── Exercise inputs ──
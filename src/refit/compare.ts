import { roundsTo } from '../stats/reportedNumber.js';
import type { FormulaTerm } from './formula.js';
import type { AnovaTable } from './model.js';
import { matchTermDetailed, QUANTITIES, type MatchedBy, type Quantity, type ReportedRow, type ReportedSet, type ReportedValue } from './reportedTable.js';

/**
 * Side-by-side comparison of reported and recomputed ANOVA numbers.
 *
 * A reported number "matches" when the recomputed value rounds to it at the
 * printed precision (4.2 stands for anything in [4.15, 4.25]); "p < .001"
 * matches any recomputed p below .001. Anything else "differs". A
 * quantity the manuscript leaves out is "not reported" and counts neither way.
 */

export type Verdict = 'matches' | 'differs' | 'not reported';

export interface ComparedNumber {
  quantity: Quantity;
  /** As printed, with its comparator ("< .001"); null when not reported. */
  reported: string | null;
  reportedValue: number | null;
  recomputed: number;
  /** reported - recomputed (null when not reported). */
  difference: number | null;
  verdict: Verdict;
}

export interface ComparedRow {
  /** The model term, or "Residual". */
  term: string;
  /** The label printed in the manuscript, or null when the term is not reported. */
  reportedLabel: string | null;
  where: string | null;
  /** How the printed label was matched: by name, through --map or a display name, or as an abbreviation; null when not reported. */
  matchedBy: MatchedBy | null;
  numbers: ComparedNumber[];
}

export interface Comparison {
  rows: ComparedRow[];
  /** Reported rows that name no term of the model. */
  unmatched: Array<{ label: string; where: string }>;
  /** Reported rows whose label could name several terms: not guessed, listed with the terms they could be. */
  ambiguous: Array<{ label: string; where: string; candidates: string[] }>;
  /** Terms of the model no reported row names. */
  termsNotReported: string[];
  compared: number;
  matches: number;
  differs: number;
  /** Every reported number matches (and no reported row is left unmatched or ambiguous). */
  allMatch: boolean;
}

/** True when the recomputed value agrees with the printed one, allowing for its rounding and comparator. */
export function agrees(recomputed: number, reported: ReportedValue): boolean {
  if (!Number.isFinite(recomputed)) return false;
  switch (reported.comparator) {
    case '=':
      return roundsTo(recomputed, reported);
    case '<':
      return recomputed < reported.value;
    case '<=':
      return recomputed <= reported.value || roundsTo(recomputed, reported);
    case '>':
      return recomputed > reported.value;
    case '>=':
      return recomputed >= reported.value || roundsTo(recomputed, reported);
  }
}

function printed(value: ReportedValue): string {
  return value.comparator === '=' ? value.text : `${value.comparator} ${value.text}`;
}

function compareNumber(quantity: Quantity, recomputed: number, reported: ReportedValue | undefined): ComparedNumber {
  if (reported === undefined) {
    return { quantity, reported: null, reportedValue: null, recomputed, difference: null, verdict: 'not reported' };
  }
  return {
    quantity,
    reported: printed(reported),
    reportedValue: reported.value,
    recomputed,
    difference: reported.value - recomputed,
    verdict: agrees(recomputed, reported) ? 'matches' : 'differs',
  };
}

/** Compares the reported numbers with a recomputed table; reported rows are matched to terms by name (see matchTerm). */
export function compareTables(
  table: AnovaTable,
  reported: ReportedSet,
  map: ReadonlyMap<string, string> = new Map(),
): Comparison {
  const byTerm = new Map<string, { row: ReportedRow; by: MatchedBy }>();
  const unmatched: Array<{ label: string; where: string }> = [];
  const ambiguous: Comparison['ambiguous'] = [];
  // Terms of the model the table was computed with (interaction names join their variables with ":").
  const present: FormulaTerm[] = table.terms.map((t) => ({ name: t.term, variables: t.term.split(':') }));
  for (const row of reported.rows) {
    const hit = matchTermDetailed(row.label, present, map);
    if (hit.kind === 'ambiguous') ambiguous.push({ label: row.label, where: row.where, candidates: hit.candidates.map((c) => c.name) });
    else if (hit.kind === 'none' || byTerm.has(hit.term.name)) unmatched.push({ label: row.label, where: row.where });
    else byTerm.set(hit.term.name, { row, by: hit.by });
  }
  const rows: ComparedRow[] = table.terms.map((t) => {
    const matched = byTerm.get(t.term);
    const row = matched?.row;
    return {
      term: t.term,
      reportedLabel: row?.label ?? null,
      where: row?.where ?? null,
      matchedBy: matched?.by ?? null,
      numbers: QUANTITIES.map((q) => compareNumber(q, t[q], row?.values[q])),
    };
  });
  const res = reported.residual;
  rows.push({
    term: 'Residual',
    reportedLabel: res?.label ?? null,
    where: res?.where ?? null,
    matchedBy: res ? 'name' : null,
    numbers: (['ss', 'df', 'ms'] as const).map((q) => compareNumber(q, table.residual[q], res?.values[q])),
  });
  let compared = 0;
  let matches = 0;
  for (const r of rows) {
    for (const n of r.numbers) {
      if (n.verdict === 'not reported') continue;
      compared++;
      if (n.verdict === 'matches') matches++;
    }
  }
  const termsNotReported = table.terms.filter((t) => !byTerm.has(t.term)).map((t) => t.term);
  return {
    rows,
    unmatched,
    ambiguous,
    termsNotReported,
    compared,
    matches,
    differs: compared - matches,
    allMatch: matches === compared && unmatched.length === 0 && ambiguous.length === 0,
  };
}
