import { fUpperTail } from '../stats/fDistribution.js';
import type { DataSource } from './data.js';
import { RefitError } from './errors.js';
import type { FormulaTerm } from './formula.js';
import { fitModel, type FittedModel } from './model.js';
import type { AnalysisSpecInput } from './spec.js';

/**
 * Homogeneity of regression slopes, the assumption of an ANCOVA that the
 * covariate has one slope in every cell of the factors.
 *
 * ## Method
 * The model is refitted with the interactions of each covariate with every
 * term of the model made of factors alone (for `y ~ a * b + x`: x:a, x:b and
 * x:a:b) and the added terms are tested together, as the extra sum of squares
 * of the larger model: F = ((RSS_0 - RSS_1) / (df_0 - df_1)) / (RSS_1 / df_1),
 * with RSS_0, df_0 the residual sum of squares and df of the model as
 * described and RSS_1, df_1 those of the larger one.
 *
 * ## References
 * - Maxwell, S. E., Delaney, H. D. & Kelley, K. (2018). Designing
 *   Experiments and Analyzing Data, 3rd ed. Routledge, chapter 9
 *   (heterogeneity of regression).
 */

export interface SlopesTest {
  covariates: string[];
  /** The interactions added to the model, named as in the formula ("loneliness:route"). */
  added: string[];
  /** The larger model's formula. */
  model: string;
  F: number;
  df1: number;
  df2: number;
  p: number;
}

/** The covariate × factor-term interactions the model lacks; none when it has no covariate or no factor. */
export function slopeTerms(model: FittedModel): FormulaTerm[] {
  const factors = new Set(model.factorVars.map((v) => v.name));
  const covariates = model.numericVars.slice(0, -1).map((v) => v.name);
  const factorTerms = model.spec.formula.terms.filter((t) => t.variables.every((v) => factors.has(v)));
  const has = (vars: string[]) => model.spec.formula.terms.some((t) => t.variables.length === vars.length && vars.every((v) => t.variables.includes(v)));
  const out: FormulaTerm[] = [];
  for (const c of covariates) {
    if (!model.spec.formula.terms.some((t) => t.variables.length === 1 && t.variables[0] === c)) continue;
    for (const t of factorTerms) {
      const variables = [c, ...t.variables];
      if (!has(variables)) out.push({ name: variables.join(':'), variables });
    }
  }
  return out;
}

/** True when the model already has an interaction of a covariate with a factor. */
export function hasCovariateByFactor(model: FittedModel): boolean {
  const factors = new Set(model.factorVars.map((v) => v.name));
  const covariates = new Set(model.numericVars.slice(0, -1).map((v) => v.name));
  return model.spec.formula.terms.some((t) => t.variables.some((v) => factors.has(v)) && t.variables.some((v) => covariates.has(v)));
}

const SIMPLE_NAME = /^[\p{L}_.][\p{L}\p{N}_.]*$/u;
const quote = (name: string) => (SIMPLE_NAME.test(name) ? name : `\`${name}\``);

/**
 * Tests the homogeneity of regression slopes by refitting the data with the
 * covariate × factor interactions added. Null when there is nothing to test
 * (no covariate, no factor, or the interactions are in the model already);
 * `{ error }` when the larger model cannot be fitted (a cell with one row, or
 * a covariate constant within a cell).
 */
export async function testSlopes(source: DataSource, spec: AnalysisSpecInput, model: FittedModel): Promise<SlopesTest | { error: string } | null> {
  if (hasCovariateByFactor(model)) return null;
  const added = slopeTerms(model);
  if (added.length === 0) return null;
  const terms = [...model.spec.formula.terms, ...added];
  const formula = `${quote(model.spec.outcome)} ~ ${terms.map((t) => t.variables.map(quote).join(':')).join(' + ')}`;
  let larger: FittedModel;
  try {
    larger = await fitModel(source, {
      ...spec,
      model: formula,
      outcome: undefined,
      means: [],
      contrasts: [],
      pairwise: false,
      adjust: undefined,
      within: undefined,
      levene: undefined,
      coefficients: false,
      slopes: false,
      center: false,
    });
  } catch (error) {
    if (error instanceof RefitError) return { error: error.message };
    throw error;
  }
  const df1 = model.residualDf - larger.residualDf;
  const df2 = larger.residualDf;
  const F = (model.residualSS - larger.residualSS) / df1 / (larger.residualSS / df2);
  return {
    covariates: [...new Set(added.map((t) => t.variables[0]!))],
    added: added.map((t) => t.name),
    model: formula,
    F,
    df1,
    df2,
    p: fUpperTail(F, df1, df2),
  };
}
───
= Exercise prompt =
Above are the entries. Quote exactly the lines from the one bearing "As printed, with" through the one bearing "could be. */".

= Output of the exercise =
  /** As printed, with its comparator ("< .001"); null when not reported. */
  reported: string | null;
  reportedValue: number | null;
  recomputed: number;
  /** reported - recomputed (null when not reported). */
  difference: number | null;
  verdict: Verdict;
}

export interface ComparedRow {
  /** The model term, or "Residual". */
  term: string;
  /** The label printed in the manuscript, or null when the term is not reported. */
  reportedLabel: string | null;
  where: string | null;
  /** How the printed label was matched: by name, through --map or a display name, or as an abbreviation; null when not reported. */
  matchedBy: MatchedBy | null;
  numbers: ComparedNumber[];
}

export interface Comparison {
  rows: ComparedRow[];
  /** Reported rows that name no term of the model. */
  unmatched: Array<{ label: string; where: string }>;
  /** Reported rows whose label could name several terms: not guessed, listed with the terms they could be. */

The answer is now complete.